[Dataset excerpts]
______
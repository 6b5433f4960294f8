"""Read a lab file: every fault with its line, what was expected, what to do."""

import dataclasses
import os
import re
import tomllib
from collections.abc import Iterable, Mapping
from typing import Any, TypeVar
from zoneinfo import ZoneInfo

from sheetcal import profiles
from sheetcal.errors import BadInput, SheetcalError
from sheetcal.inputs import lab, schema
from sheetcal.inputs.lab import Lab
from sheetcal.inputs.lab_lines import TomlLines, find_lines
from sheetcal.inputs.text import Faults, TextFile, nearest, read_text
from sheetcal.profiles import Range

T = TypeVar("T", bound=lab.Block)

TABLES = {"laboratory": lab.Laboratory, "control": lab.Control, "reporting": lab.Reporting}
ARRAYS = {
    "person": lab.Person,
    "calorimeter": lab.Calorimeter,
    "vessel": lab.Vessel,
    "calibration": lab.Calibration,
    "certified": lab.Certified,
    "lot": lab.Lot,
    "titrant": lab.Titrant,
    "balance": lab.Balance,
    "thermometer": lab.Thermometer,
    "cup": lab.Cup,
}
KNOWN = (*TABLES, *ARRAYS, "class", "limits", "profile")
# Readings whose marked range a laboratory may set in [limits]: scope of the field, unit of the range.
RANGES = {
    "room_temperature": ("sheet", "degC"),
    "station_pressure": ("sheet", "kPa"),
    "jacket_temperature": ("run", "degC"),
    "start_temperature": ("run", "degC"),
    "oxygen_pressure": ("run", "MPa"),
    "vessel_water": ("run", "mL"),
    "calorimeter_water": ("run", "g"),
    "pellet_mass": ("run", "g"),
    "wire_start": ("run", "cm"),
    "wire_left": ("run", "cm"),
    "thread_mass": ("run", "g"),
    "ignition_energy": ("run", "J"),
}


class _Reader:
    """One lab file while it is read: its text, its lines, its faults."""

    def __init__(self, source: TextFile, data: Mapping[str, Any]) -> None:
        self.source = source
        self.data = data
        self.lines: TomlLines = find_lines(source.text)
        self.faults = Faults(source)

    def fault(self, table: str, block: int, key: str, what: str, expected: str = "", do: str = "") -> None:
        """Note a fault at a key."""
        self.faults.add(self.lines.of(table, block, key), what, expected, do)

    def value_fault(self, table: str, block: int, key: str, error: SheetcalError) -> None:
        """Note what is wrong with the value of a key."""
        self.faults.add_error(self.lines.of(table, block, key), key, error)


def read_lab(path: str | os.PathLike[str]) -> Lab:
    """The laboratory a lab file states. Raises BadInput or BadInputs, naming file, line and what to do."""
    return parse_lab(read_text(path))


def parse_lab(source: TextFile) -> Lab:
    """As `read_lab`, of text already read."""
    reader = _Reader(source, _toml(source))
    for name in reader.data:
        if name not in KNOWN:
            reader.fault(name, 0, "", f"unknown table '{name}'", nearest(name, KNOWN), "Correct the name.")
    found = Lab(
        source=source,
        laboratory=_laboratory(reader),
        people=_blocks(reader, "person", lab.Person),
        calorimeters=_blocks(reader, "calorimeter", lab.Calorimeter),
        vessels=_blocks(reader, "vessel", lab.Vessel),
        calibrations=_blocks(reader, "calibration", lab.Calibration),
        certified=_blocks(reader, "certified", lab.Certified),
        all_lots=_blocks(reader, "lot", lab.Lot),
        all_titrants=_blocks(reader, "titrant", lab.Titrant),
        balances=_blocks(reader, "balance", lab.Balance),
        thermometers=_blocks(reader, "thermometer", lab.Thermometer),
        cups=_blocks(reader, "cup", lab.Cup),
        control=_table(reader, "control", lab.Control),
        classes=_classes(reader),
        reporting=_table(reader, "reporting", lab.Reporting) or lab.Reporting(),
        overrides={**_limits(reader), **_overrides(reader, "profile", reader.data.get("profile"))},
        profile_overrides=_profile_overrides(reader),
        ranges=_ranges(reader),
    )
    if not reader.faults.found:
        _check_references(reader, found)
    reader.faults.close()
    return found


def _toml(source: TextFile) -> dict[str, Any]:
    """The parsed text. Raises BadInput with the line tomllib names."""
    try:
        return tomllib.loads(source.text)
    except tomllib.TOMLDecodeError as fault:
        place = re.search(r"\s*\(at line (\d+), column \d+\)|\s*\(at end of document\)", str(fault))
        line = int(place.group(1)) if place and place.group(1) else source.text.count("\n") + 1
        reason = (str(fault)[: place.start()] if place else str(fault)).strip()
        what = f"is not TOML ({reason[:1].lower()}{reason[1:]})"
        raise BadInput(source.where(line), what, 'key = "value" under a [table]', "Correct it.") from fault
    except RecursionError as fault:
        raise BadInput(source.where(), "is nested too deeply", "a lab file", "Give the right file.") from fault


def _laboratory(reader: _Reader) -> lab.Laboratory:
    found = _table(reader, "laboratory", lab.Laboratory)
    if found is None:
        if "laboratory" not in reader.data:
            reader.fault("", 0, "", "has no [laboratory]", "name, time_zone, mass_convention", "Add the table.")
        return lab.Laboratory(name="", time_zone="UTC", mass_convention=lab.IN_AIR)
    try:
        ZoneInfo(found.time_zone)
    except (OSError, ValueError, KeyError):
        do = "Correct the name."
        what = f"time_zone '{found.time_zone}' is not known"
        reader.fault("laboratory", 0, "time_zone", what, "a name such as Europe/Vienna", do)
    return found


def _table(reader: _Reader, name: str, shape: type[T]) -> T | None:
    """The one table called `name`, or None where it is absent or faulty."""
    data = reader.data.get(name)
    if data is None:
        return None
    if not isinstance(data, dict):
        reader.fault(name, 0, "", f"'{name}' is written as [[{name}]] or as a value", f"[{name}] once", "Correct it.")
        return None
    return _block(reader, name, 0, data, shape)


def _blocks(reader: _Reader, name: str, shape: type[T]) -> tuple[T, ...]:
    """All blocks [[name]] in file order; faulty ones are noted and left out."""
    data = reader.data.get(name, [])
    if not isinstance(data, list) or not all(isinstance(one, dict) for one in data):
        reader.fault(name, 0, "", f"'{name}' is one table or a value", f"[[{name}]], with two brackets", "Correct it.")
        return ()
    found = (_block(reader, name, number, one, shape) for number, one in enumerate(data))
    return tuple(one for one in found if one is not None)


def _block(reader: _Reader, table: str, number: int, data: Mapping[str, Any], shape: type[T], **given: Any) -> T | None:
    """One block as its dataclass, or None with its faults noted."""
    before = len(reader.faults.found)
    kinds = {f.name: (f, kind) for f in dataclasses.fields(shape) if (kind := schema.kind_of(f)) is not None}
    values: dict[str, Any] = dict(given)
    for key, raw in data.items():
        if key not in kinds:
            expected = nearest(key, kinds)
            reader.fault(table, number, key, f"unknown key '{key}' in {table}", expected, "Correct the key.")
            continue
        try:
            values[key] = kinds[key][1].read(raw)
        except BadInput as error:
            reader.value_fault(table, number, key, error)
    for key, (field, kind) in kinds.items():
        if schema.required(field) and key not in data:
            reader.fault(table, number, "", f"{table} has no '{key}'", kind.expected, "Add the key.")
    if len(reader.faults.found) > before:
        return None
    return shape(line=reader.lines.of(table, number) or 0, **values)


def _classes(reader: _Reader) -> dict[str, lab.FuelClass]:
    data = reader.data.get("class", {})
    if not isinstance(data, dict) or not all(isinstance(one, dict) for one in data.values()):
        reader.fault("class", 0, "", "'class' holds a value", "tables such as [class.coal]", "Correct it.")
        return {}
    found = {}
    for name, table in data.items():
        one = _block(reader, f"class.{name}", 0, table, lab.FuelClass, name=name)
        if one is not None:
            found[name] = one
    return found


def _overrides(reader: _Reader, table: str, data: Any) -> dict[str, float]:
    """Coefficients a table restates, by name, in the unit the profiles use."""
    found: dict[str, float] = {}
    for key, raw in (data if isinstance(data, dict) else {}).items():
        if isinstance(raw, dict) or (table == "limits" and key in RANGES):
            continue
        if key not in profiles.all_names():
            names = profiles.all_names() | (set(RANGES) if table == "limits" else set())
            reader.fault(table, 0, key, f"unknown key '{key}' in {table}", nearest(key, names), "Correct the key.")
            continue
        unit = profiles.known(key).unit
        try:
            raw = int(raw) if isinstance(raw, bool) and unit == "1" else raw
            found[key] = schema.read_quantity(raw, unit)
        except BadInput as error:
            reader.value_fault(table, 0, key, error)
    return found


def _limits(reader: _Reader) -> dict[str, float]:
    return _overrides(reader, "limits", reader.data.get("limits"))


def _ranges(reader: _Reader) -> dict[str, Range]:
    """Marked ranges of readings that [limits] sets, by field: `run.vessel_water`."""
    data = reader.data.get("limits", {})
    found: dict[str, Range] = {}
    for key, raw in (data if isinstance(data, dict) else {}).items():
        if key in RANGES:
            scope, unit = RANGES[key]
            try:
                found[f"{scope}.{key}"] = schema.read_pair(raw, unit)
            except BadInput as error:
                reader.value_fault("limits", 0, key, error)
    return found


def _profile_overrides(reader: _Reader) -> dict[str, dict[str, float]]:
    """Overrides for one profile only: [profile.NAME]."""
    data = reader.data.get("profile", {})
    found = {}
    for key, raw in (data if isinstance(data, dict) else {}).items():
        if not isinstance(raw, dict):
            continue
        table = f"profile.{key}"
        if key not in profiles.names():
            reader.fault(table, 0, "", f"no profile '{key}'", nearest(key, profiles.names()), "Correct the name.")
            continue
        found[key] = _overrides(reader, table, raw)
    return found


def _check_references(reader: _Reader, found: Lab) -> None:
    """Note ids that stand twice and names that nothing answers to."""
    _unique(reader, "person", (one.id for one in found.people))
    _unique(reader, "calorimeter", (one.id for one in found.calorimeters))
    _unique(reader, "vessel", (one.id for one in found.vessels))
    _unique(reader, "balance", (one.id for one in found.balances))
    _unique(reader, "calibration", (f"{one.vessel} of {one.valid_from}" for one in found.calibrations))
    _unique(reader, "certified", (f"{one.lot} of {one.valid_from}" for one in found.certified))
    _unique(reader, "lot", (f"{one.id} of {one.valid_from}" for one in found.all_lots))
    _unique(reader, "titrant", (f"{one.lot} of {one.standardised}" for one in found.all_titrants))
    lots = [one.id for one in found.all_lots]
    for number, calorimeter in enumerate(found.calorimeters):
        for key, lot in (("firing_wire", calorimeter.firing_wire), ("thread", calorimeter.thread)):
            if lot:
                _refers(reader, "calorimeter", number, key, lot, lots)
    vessels = [one.id for one in found.vessels]
    certified = [one.lot for one in found.certified]
    calorimeters = [one.id for one in found.calorimeters]
    for number, vessel in enumerate(found.vessels):
        _refers(reader, "vessel", number, "calorimeter", vessel.calorimeter, calorimeters)
    for number, one in enumerate(found.calibrations):
        _refers(reader, "calibration", number, "vessel", one.vessel, vessels)
        _refers(reader, "calibration", number, "certificate", one.certificate, certified)
        _ordered(reader, "calibration", number, one.valid_from, one.valid_until)
    for number, burnt in enumerate(found.all_lots):
        if burnt.certificate:
            _refers(reader, "lot", number, "certificate", burnt.certificate, certified)
    for name, fuel in found.classes.items():
        _refers(reader, f"class.{name}", 0, "profile", fuel.profile, profiles.names())


def _unique(reader: _Reader, table: str, names: Iterable[str]) -> None:
    seen: set[str] = set()
    for number, name in enumerate(names):
        if name in seen:
            reader.fault(table, number, "", f"{table} '{name}' stands twice", "each once", "Remove or rename one.")
        seen.add(name)


def _refers(reader: _Reader, table: str, number: int, key: str, name: str, known: list[str]) -> None:
    """Note a name that none of `known` answers to."""
    if name not in known:
        expected = nearest(name, known) if known else "a block of that name"
        reader.fault(table, number, key, f"{key} '{name}' is not known", expected, "Correct the name.")


def _ordered(reader: _Reader, table: str, number: int, start: Any, end: Any) -> None:
    if end < start:
        what = f"ends at {end.isoformat()}, before it begins"
        reader.fault(table, number, "valid_until", what, f"after {start.isoformat()}", "Correct the date.")


def keys_of(table: str) -> tuple[str, ...]:
    """The keys of a table, in the order of its dataclass."""
    shape = {**TABLES, **ARRAYS}[table]
    return tuple(f.name for f in dataclasses.fields(shape) if schema.kind_of(f) is not None)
______
### Your goal:
Each line of the data that holds "TextFile" should be copied.

### Task solution:
from sheetcal.inputs.text import Faults, TextFile, nearest, read_text
    def __init__(self, source: TextFile, data: Mapping[str, Any]) -> None:
def parse_lab(source: TextFile) -> Lab:
def _toml(source: TextFile) -> dict[str, Any]:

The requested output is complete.